All of them. Clients are a few general login servers and about a hundred
terminals. All of them are diskless and mount their root via nfs3 without
kerberos. The login servers mount the user home dirs with nfs4.1 WITHOUT
kerberos. The terminals run ubuntu and mount with nfs4.1 AND kerberos. Here is
their /proc/version:

Linux version 3.14.14-kernel (root@urquell) (gcc version 4.8.2 (Ubuntu 4.8.2-19ubuntu1) ) #15 SMP Thu Jul 31 11:15:52 BRT 2014

and here their mount:

urquell.home:/home on /home type nfs4(rw,vers=4.1,addr=10.17.110.3,clientaddr=10.17.110.11)

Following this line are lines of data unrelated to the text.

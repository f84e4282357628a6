/**
 * Discrete curvature from the intrinsic metric (and, for mean curvature, the
 * embedding).
 *
 * - Angle defect at an interior vertex: δ_v = 2π − Σ θ (corner angles at v).
 * - Boundary turning at a boundary vertex: τ_v = π − Σ θ.
 * - Discrete Gauss–Bonnet (exact for polyhedra; Descartes' theorem for closed
 *   ones): Σ_interior δ_v + Σ_boundary τ_v = 2π·χ.
 * - Gaussian curvature K_v = δ_v / A_v with A_v the mixed-Voronoi area (Meyer,
 *   Desbrun, Schröder, Barr 2003).
 * - Mean curvature from the cotangent Laplacian of positions (same source):
 *   Δx_v = (1 / 2A_v) Σ_j (cot α_vj + cot β_vj)(x_v − x_j) = 2 H_v n_v, so
 *   H_v = (Δx_v · n_v) / 2, positive where the surface bends away from the
 *   normal (a sphere with outward normals has H = 1/R).
 * Boundary vertices get K = H = 0 and are flagged: neither is defined there by
 * these formulas.
 *
 * Robustness (what degenerate and sliver triangles do):
 * - corner angles come from Kahan's formula (`triangle.ts`), which keeps
 *   needles and caps accurate and makes every triangle's angles sum to π,
 *   zero-area ones included, so Gauss–Bonnet stays exact on any mesh;
 * - the angles of a thin triangle are ill-conditioned in its side lengths
 *   (from a² = b² + c² − 2bc·cos θ_a, dθ_a/da = a / 2A, and alike for b and
 *   c), so side lengths rounded to a relative ε = 2⁻⁵² leave each corner of
 *   face f uncertain by up to τ_f = 4ε·(a² + b² + c²) / 2A_f + 8επ (at most
 *   π; π for zero-area faces). A vertex's defect is known only to within
 *   Σ τ_f over its corners plus 2πε per corner for the sum; within that
 *   bound K is reported as exactly 0, and so is the per-vertex defect: a flat
 *   vertex ringed by slivers or caps must not turn rounding noise over a tiny
 *   area into a huge K. The totals use the unrounded defects, so discrete
 *   Gauss–Bonnet stays exact;
 * - an interior vertex whose area is 0 (all its triangles have zero area)
 *   gets K = 0 and is counted in `zeroAreaVertices`: K is not defined there;
 * - given the orientation seams of a non-orientable surface, the copies of
 *   a vertex made by the cut share one angle sum, one defect and one area,
 *   so the defects are those of the surface as given.
 */
import { hypot3, type IntrinsicMesh } from './intrinsic.js';
import type { Topology } from '../mesh/topology.js';
import { next } from '../mesh/topology.js';
import { cornerAngles, halfedgeCotans, triangleArea, type FaceArrays } from './triangle.js';
import { mixedVoronoiVertexAreas } from './vertex-areas.js';
import { boundaryVertexMask } from '../mesh/boundary.js';
import { glueSeams } from '../mesh/seams.js';

/** Per-vertex curvature quantities and their totals. */
export interface Curvature {
  /** 1 for boundary vertices. */
  boundary: Uint8Array;
  /** Angle defect (interior) or boundary turning (boundary), radians. */
  angleDefect: Float64Array;
  /** Mixed-Voronoi vertex area, mesh units². */
  vertexArea: Float64Array;
  /** Gaussian curvature δ/A at interior vertices (1/units²); 0 on the boundary. */
  gaussian: Float64Array;
  /** Σ of interior angle defects, radians. */
  totalInteriorDefect: number;
  /** Σ of boundary turning, radians. */
  totalBoundaryTurning: number;
  /** Interior vertices (counted once per seam class) whose area is 0: K is set to 0 there, not defined. */
  zeroAreaVertices: number;
}

/**
 * Rounding bound of each corner angle of a triangle with sides a, b, c and
 * area A, given side lengths accurate to a relative ε (see the module comment).
 */
export function cornerAngleUncertainty(a: number, b: number, c: number, area: number): number {
  const eps = Number.EPSILON;
  const u = area > 0 ? (4 * eps * (a * a + b * b + c * c)) / (2 * area) + 8 * eps * Math.PI : Math.PI;
  return u < Math.PI ? u : Math.PI;
}

/**
 * Angle defects, boundary turning and Gaussian curvature from edge lengths alone.
 *
 * @param seams - `BuildReport.orientationSeams` of a non-orientable surface
 *   (optional): the seam copies of a vertex are then counted as one vertex
 * @param given - the angles, cotangents and areas of `m` when the caller has them
 */
export function gaussianCurvature(m: IntrinsicMesh, seams?: Int32Array, given: FaceArrays = {}): Curvature {
  const t = m.topology;
  const ang = given.angles ?? cornerAngles(m);
  const glued = seams && seams.length > 0 ? glueSeams(t, seams) : null;
  const rep = glued ? glued.rep : null;
  const boundary = glued ? glued.boundary : boundaryVertexMask(t);
  const sum = new Float64Array(t.nv);
  const tol = new Float64Array(t.nv); // rounding bound of each angle sum
  const L = m.edgeLength;
  for (let f = 0; f < t.nf; f++) {
    const a = L[t.edgeOf[3 * f]!]!, b = L[t.edgeOf[3 * f + 1]!]!, c = L[t.edgeOf[3 * f + 2]!]!;
    const u = cornerAngleUncertainty(a, b, c, triangleArea(a, b, c)) + 2 * Math.PI * Number.EPSILON;
    for (let k = 0; k < 3; k++) {
      const h = 3 * f + k;
      const v = rep ? rep[t.tri[h]!]! : t.tri[h]!;
      sum[v]! += ang[h]!;
      tol[v]! += u;
    }
  }
  const vertexArea = mixedVoronoiVertexAreas(m, undefined, given);
  if (rep) {
    for (let v = 0; v < t.nv; v++) if (rep[v] !== v) vertexArea[rep[v]!]! += vertexArea[v]!;
  }
  const angleDefect = new Float64Array(t.nv);
  const gaussian = new Float64Array(t.nv);
  let totalInteriorDefect = 0, totalBoundaryTurning = 0, zeroAreaVertices = 0;
  for (let v = 0; v < t.nv; v++) {
    if (t.vertexHalfedge[v]! < 0 || (rep && rep[v] !== v)) continue; // isolated, or a seam copy
    const raw = (boundary[v] ? Math.PI : 2 * Math.PI) - sum[v]!;
    const d = Math.abs(raw) <= tol[v]! ? 0 : raw;
    angleDefect[v] = d;
    const a = vertexArea[v]!;
    if (boundary[v]) {
      totalBoundaryTurning += raw;
    } else {
      totalInteriorDefect += raw;
      if (a > 0) gaussian[v] = d / a;
      else zeroAreaVertices++;
    }
  }
  if (rep) {
    for (let v = 0; v < t.nv; v++) {
      const r = rep[v]!;
      if (r === v) continue;
      angleDefect[v] = angleDefect[r]!;
      gaussian[v] = gaussian[r]!;
      vertexArea[v] = vertexArea[r]!;
    }
  }
  return { boundary, angleDefect, vertexArea, gaussian, totalInteriorDefect, totalBoundaryTurning, zeroAreaVertices };
}

/**
 * Mean curvature per vertex from the cotangent Laplacian of positions (needs
 * the embedding). Normals are area-weighted face normals; boundary and
 * zero-area vertices get 0.
 *
 * Rounding: the normal of a sliver comes from a cross product that cancels,
 * so on a flat mesh of slivers the in-plane Laplacian picks up a normal part
 * that is pure noise (a tilted flat strip of height 2e-9 gave |H| ≈ 2e8).
 * Each face adds at most 4ε·(M·(|u| + |v|) + |u||v|) to the error of the
 * summed normal N (u, v its edge vectors, M the largest coordinate
 * magnitude), and rounded positions move the Laplacian by at most
 * 2ε·M·Σ|w|; when |Δx·N/|N|| lies within 4·(|Δx|·δN/|N| + 2ε·M·Σ|w|), H is 0.
 *
 * @param positions - x, y, z per topology vertex
 * @param vertexArea - mixed-Voronoi areas (from {@link gaussianCurvature})
 * @param boundary - boundary mask (from {@link gaussianCurvature})
 * @param seams - orientation seams, as for {@link gaussianCurvature}: the
 *   copies of a vertex pool their Laplacian and normal (the normal of a copy
 *   across a seam is turned to agree with its class's), so every copy gets the
 *   value of the whole vertex; its sign is only local on such a surface
 * @param cotans - {@link halfedgeCotans} of `m` when the caller has them
 */
export function meanCurvature(
  m: IntrinsicMesh,
  positions: Float64Array,
  vertexArea: Float64Array,
  boundary: Uint8Array,
  seams?: Int32Array,
  cotans?: Float64Array,
): Float64Array {
  const t: Topology = m.topology;
  const cot = cotans ?? halfedgeCotans(m);
  const lap = new Float64Array(3 * t.nv); // Σ (cot α + cot β)(x_v − x_j)
  const nrm = new Float64Array(3 * t.nv); // Σ face normal × 2·area
  const wsum = new Float64Array(t.nv); // Σ |w| (rounding bound of the Laplacian)
  const nerr = new Float64Array(t.nv); // rounding bound of |nrm|
  let M = 0;
  for (let k = 0; k < positions.length; k++) M = Math.max(M, Math.abs(positions[k]!));
  const eps = Number.EPSILON;
  for (let h = 0; h < cot.length; h++) {
    // half-edge h = (i → j) contributes cot(opposite h)·(x_i − x_j) to i and the reverse to j
    const i = t.tri[h]!, j = t.tri[next(h)]!;
    const w = cot[h]!;
    wsum[i]! += Math.abs(w);
    wsum[j]! += Math.abs(w);
    for (let d = 0; d < 3; d++) {
      const diff = positions[3 * i + d]! - positions[3 * j + d]!;
      lap[3 * i + d]! += w * diff;
      lap[3 * j + d]! -= w * diff;
    }
  }
  for (let f = 0; f < t.nf; f++) {
    const a = 3 * t.tri[3 * f]!, b = 3 * t.tri[3 * f + 1]!, c = 3 * t.tri[3 * f + 2]!;
    const ux = positions[b]! - positions[a]!, uy = positions[b + 1]! - positions[a + 1]!, uz = positions[b + 2]! - positions[a + 2]!;
    const vx = positions[c]! - positions[a]!, vy = positions[c + 1]! - positions[a + 1]!, vz = positions[c + 2]! - positions[a + 2]!;
    const nx = uy * vz - uz * vy, ny = uz * vx - ux * vz, nz = ux * vy - uy * vx;
    const ul = hypot3(ux, uy, uz), vl = hypot3(vx, vy, vz);
    const err = 4 * eps * (M * (ul + vl) + ul * vl);
    // a, b, c in turn (written out: an array literal here was one allocation per face)
    nrm[a]! += nx; nrm[a + 1]! += ny; nrm[a + 2]! += nz; nerr[a / 3]! += err;
    nrm[b]! += nx; nrm[b + 1]! += ny; nrm[b + 2]! += nz; nerr[b / 3]! += err;
    nrm[c]! += nx; nrm[c + 1]! += ny; nrm[c + 2]! += nz; nerr[c / 3]! += err;
  }
  const rep = seams && seams.length > 0 ? glueSeams(t, seams).rep : null;
  if (rep) {
    for (let v = 0; v < t.nv; v++) {
      const r = rep[v]!;
      if (r === v) continue;
      let dot = 0;
      for (let d = 0; d < 3; d++) dot += nrm[3 * r + d]! * nrm[3 * v + d]!;
      const sign = dot < 0 ? -1 : 1;
      for (let d = 0; d < 3; d++) {
        lap[3 * r + d]! += lap[3 * v + d]!;
        nrm[3 * r + d]! += sign * nrm[3 * v + d]!;
      }
      wsum[r]! += wsum[v]!;
      nerr[r]! += nerr[v]!;
    }
  }
  const H = new Float64Array(t.nv);
  for (let v = 0; v < t.nv; v++) {
    if (rep && rep[v] !== v) continue;
    const A = vertexArea[v]!;
    if (boundary[v] || !(A > 0)) continue;
    const nl = hypot3(nrm[3 * v]!, nrm[3 * v + 1]!, nrm[3 * v + 2]!);
    if (!(nl > 0)) continue;
    let dot = 0;
    for (let d = 0; d < 3; d++) dot += lap[3 * v + d]! * nrm[3 * v + d]!;
    const lapLen = hypot3(lap[3 * v]!, lap[3 * v + 1]!, lap[3 * v + 2]!);
    if (Math.abs(dot / nl) <= 4 * (lapLen * (nerr[v]! / nl) + 2 * eps * M * wsum[v]!)) continue; // noise: H = 0
    // Δx·n = dot / (2A·|n|) = 2H
    const h = dot / (4 * A * nl);
    H[v] = Number.isFinite(h) ? h : 0;
  }
  if (rep) for (let v = 0; v < t.nv; v++) H[v] = H[rep[v]!]!;
  return H;
}

/**
 * Gauss–Bonnet residual: Σ interior defects + Σ boundary turning − 2π·χ,
 * with χ summed over components. Zero up to rounding on any valid mesh.
 */
export function gaussBonnetResidual(c: Pick<Curvature, 'totalInteriorDefect' | 'totalBoundaryTurning'>, eulerCharacteristic: number): number {
  return c.totalInteriorDefect + c.totalBoundaryTurning - 2 * Math.PI * eulerCharacteristic;
}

> What filesystem are you exporting, with what options?

ext4. For the terminals:
/exports        10.254.0.0/16(sec=krb5p:none,ro,async,fsid=0,crossmnt,subtree_check,no_root_squash)
/exports/home   10.254.0.0/16(sec=krb5p,rw,async,no_subtree_check,root_squash)

For the servers:
/exports/home   server.home(rw,async,root_squash,no_subtree_check)

> > What about these patches: http://permalink.gmane.org/gmane.linux.nfs/62012
> > Bruce said they were accepted but they're not in 3.14. Were they rejected or
> > forgotten? Could they have any relation to this memory leak?
> 
> Those are in 3.15.
> 
> There'd be no harm in trying them, but on a quick skim I don't think
> they're likely to explain your symptoms.

Yes, we tried until 3.15.8 to no avail.